**How to complete this task:** Would you show every line from the records that holds "ingest"?

**Material provided:**
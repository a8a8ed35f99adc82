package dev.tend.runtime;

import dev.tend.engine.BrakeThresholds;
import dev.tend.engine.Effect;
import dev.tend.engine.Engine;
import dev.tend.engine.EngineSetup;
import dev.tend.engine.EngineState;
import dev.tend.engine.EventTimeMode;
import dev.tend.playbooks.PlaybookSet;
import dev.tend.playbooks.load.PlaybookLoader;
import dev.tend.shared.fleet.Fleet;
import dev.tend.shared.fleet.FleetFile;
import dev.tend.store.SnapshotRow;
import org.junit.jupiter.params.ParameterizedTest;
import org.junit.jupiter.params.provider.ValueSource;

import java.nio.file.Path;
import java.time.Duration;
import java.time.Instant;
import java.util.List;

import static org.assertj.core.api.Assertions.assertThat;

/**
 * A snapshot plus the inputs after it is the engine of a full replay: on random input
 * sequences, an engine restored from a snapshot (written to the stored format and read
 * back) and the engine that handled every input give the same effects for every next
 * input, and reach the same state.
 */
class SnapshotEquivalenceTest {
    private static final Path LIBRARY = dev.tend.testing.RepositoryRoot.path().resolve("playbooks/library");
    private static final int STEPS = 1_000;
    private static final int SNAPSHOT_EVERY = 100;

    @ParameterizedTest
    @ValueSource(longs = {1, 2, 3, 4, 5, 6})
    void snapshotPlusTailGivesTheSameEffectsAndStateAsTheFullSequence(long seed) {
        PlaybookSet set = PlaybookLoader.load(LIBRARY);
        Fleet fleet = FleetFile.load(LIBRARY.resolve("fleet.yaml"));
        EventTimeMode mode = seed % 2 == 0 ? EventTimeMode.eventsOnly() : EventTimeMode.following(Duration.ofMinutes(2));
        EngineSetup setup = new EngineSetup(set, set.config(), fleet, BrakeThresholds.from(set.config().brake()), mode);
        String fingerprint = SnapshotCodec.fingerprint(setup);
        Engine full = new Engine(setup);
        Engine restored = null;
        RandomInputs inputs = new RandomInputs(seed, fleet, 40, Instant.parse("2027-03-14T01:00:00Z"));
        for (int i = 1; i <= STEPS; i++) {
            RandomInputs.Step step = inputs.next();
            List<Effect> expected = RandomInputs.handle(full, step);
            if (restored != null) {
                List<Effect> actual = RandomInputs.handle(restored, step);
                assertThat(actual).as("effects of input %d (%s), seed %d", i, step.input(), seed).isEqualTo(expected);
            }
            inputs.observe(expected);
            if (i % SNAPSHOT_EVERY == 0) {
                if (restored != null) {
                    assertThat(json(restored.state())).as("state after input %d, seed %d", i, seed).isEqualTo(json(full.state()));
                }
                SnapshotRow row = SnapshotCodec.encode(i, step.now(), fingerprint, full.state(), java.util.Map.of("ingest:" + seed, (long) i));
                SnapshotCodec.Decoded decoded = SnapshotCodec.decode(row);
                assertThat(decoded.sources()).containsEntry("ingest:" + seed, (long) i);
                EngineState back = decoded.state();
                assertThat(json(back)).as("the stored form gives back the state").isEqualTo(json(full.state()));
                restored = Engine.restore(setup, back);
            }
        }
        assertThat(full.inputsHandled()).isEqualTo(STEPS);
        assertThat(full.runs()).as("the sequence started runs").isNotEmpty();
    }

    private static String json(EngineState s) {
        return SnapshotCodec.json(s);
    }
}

**Response:**
                SnapshotRow row = SnapshotCodec.encode(i, step.now(), fingerprint, full.state(), java.util.Map.of("ingest:" + seed, (long) i));
                assertThat(decoded.sources()).containsEntry("ingest:" + seed, (long) i);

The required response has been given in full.